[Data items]
+++++

package main

import (
	"fmt"
	"time"

	"epitally/analytics/simfab"
)

// fabDocuments gives the fab's documents and run sheets: file name → text.
func fabDocuments(f *simfab.Fab) map[string][]byte {
	files := map[string][]byte{
		"documents/catalogue.yaml":        catalogue(f),
		"documents/profile-prober-3.yaml": []byte(otherProfile),
	}
	for name, text := range fabSpecifications() {
		files["documents/"+name+".yaml"] = []byte(text)
	}
	for reactor, sheet := range runSheets(f) {
		files["runs/"+reactor+".csv"] = sheet
	}
	return files
}

// catalogue lists the products with their layouts, and the recipes with what
// they aim at.
func catalogue(f *simfab.Fab) []byte {
	b := []byte("catalogue: demo fab\nproducts:\n")
	for _, p := range f.Products {
		l := p.Layout
		b = fmt.Appendf(b, "  - product: %s\n    layout:\n      name: %s\n      wafer_diameter_mm: %g\n", p.Name, l.Name, l.WaferDiameterMM)
		b = fmt.Appendf(b, "      die_pitch_x_mm: %g\n      die_pitch_y_mm: %g\n      edge_exclusion_mm: %g\n", l.DiePitchXMM, l.DiePitchYMM, l.EdgeExclusionMM)
		b = fmt.Appendf(b, "      mark: %s\n      mark_angle_deg: %g\n      x_axis: %s\n      y_axis: %s\n", l.Mark, l.MarkAngleDeg, l.XAxis, l.YAxis)
		b = fmt.Appendf(b, "      centre_x: %g\n      centre_y: %g\n", l.CentreX, l.CentreY)
	}
	b = append(b, "recipes:\n"...)
	for _, r := range f.Recipes {
		b = fmt.Appendf(b, "  - recipe: %s\n    targets:\n", r.Name)
		b = fmt.Appendf(b, "      - {quantity: peak_wavelength_nm, value: %g, window: %g}\n", r.PLPeakNM, r.PLWindowNM)
		b = fmt.Appendf(b, "      - {quantity: dominant_wavelength_nm, value: %g, window: %g}\n", r.DominantNM, r.DominantWindowNM)
		if r.Name == "blue-455" {
			b = append(b, "    colour: {reference_nm: 452.4, offset_nm: 2.57, slope: -0.15, residual_nm: 0.6, fitted_to: 40 wafers mapped and probed}\n"...)
		}
	}
	return append(b, stationUncertainties...)
}

// stationUncertainties are what the stations say of one reading (common practice).
const stationUncertainties = `stations:
  - station: prober-1
    uncertainty: {dominant_wavelength_nm: 0.12, forward_voltage_v: 0.004, radiant_flux_mw: 4}
  - station: prober-2
    uncertainty: {dominant_wavelength_nm: 0.12, forward_voltage_v: 0.004}
`

// otherProfile is the reading profile for the files of the other station.
const otherProfile = `profile: prober-3
format: delimited
match: ["P3_*.txt"]
delimiter: ";"
decimal: ","
header: {with: [ROW, COL]}
columns: {x: COL, y: ROW}
quantities:
  - {quantity: forward_voltage_v, column: "VF (mV)", unit: mV}
  - {quantity: low_current_forward_voltage_v, column: "VFL (mV)", unit: mV}
  - {quantity: reverse_current_ua, column: "IR (nA)", unit: nA}
  - {quantity: radiant_flux_mw, column: "PO (uW)", unit: uW}
  - {quantity: dominant_wavelength_nm, column: "WLD (nm)", unit: nm}
constants: {kind: probe, station: prober-3}
facts:
  wafer: {label: WAFER}
  lot: {label: LOT}
  measured_at: {label: STARTED}
  drive_current: {label: CURRENT}
time:
  layouts: ["yyyy-MM-dd HH:mm"]
  zone: Asia/Taipei
missing: ["---"]
`

// runSheets gives one run sheet per reactor.
func runSheets(f *simfab.Fab) map[string][]byte {
	sheets := map[string][]byte{}
	for i := range f.Wafers {
		w := &f.Wafers[i]
		b := sheets[w.Run.Reactor]
		if b == nil {
			b = []byte("# epitally: run sheet\nwafer,lot,reactor,run,grown_at,carrier,ring,pocket,recipe,product\n")
		}
		sheets[w.Run.Reactor] = fmt.Appendf(b, "%s,%s,%s,%d,%s,%s,%s,%s,%s,%s\n", w.Name, w.Lot, w.Run.Reactor, w.Run.Number,
			w.Run.GrownAt.Format(time.RFC3339), w.Run.Carrier, w.Ring, w.Pocket, w.Recipe.Name, w.Product.Name)
	}
	return sheets
}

+++++

▸ EXERCISE DIRECTIONS: The lines to return are those in the records above that hold the word "simfab".

▸ EXERCISE ANSWER:
	"epitally/analytics/simfab"
func fabDocuments(f *simfab.Fab) map[string][]byte {
func catalogue(f *simfab.Fab) []byte {
func runSheets(f *simfab.Fab) map[string][]byte {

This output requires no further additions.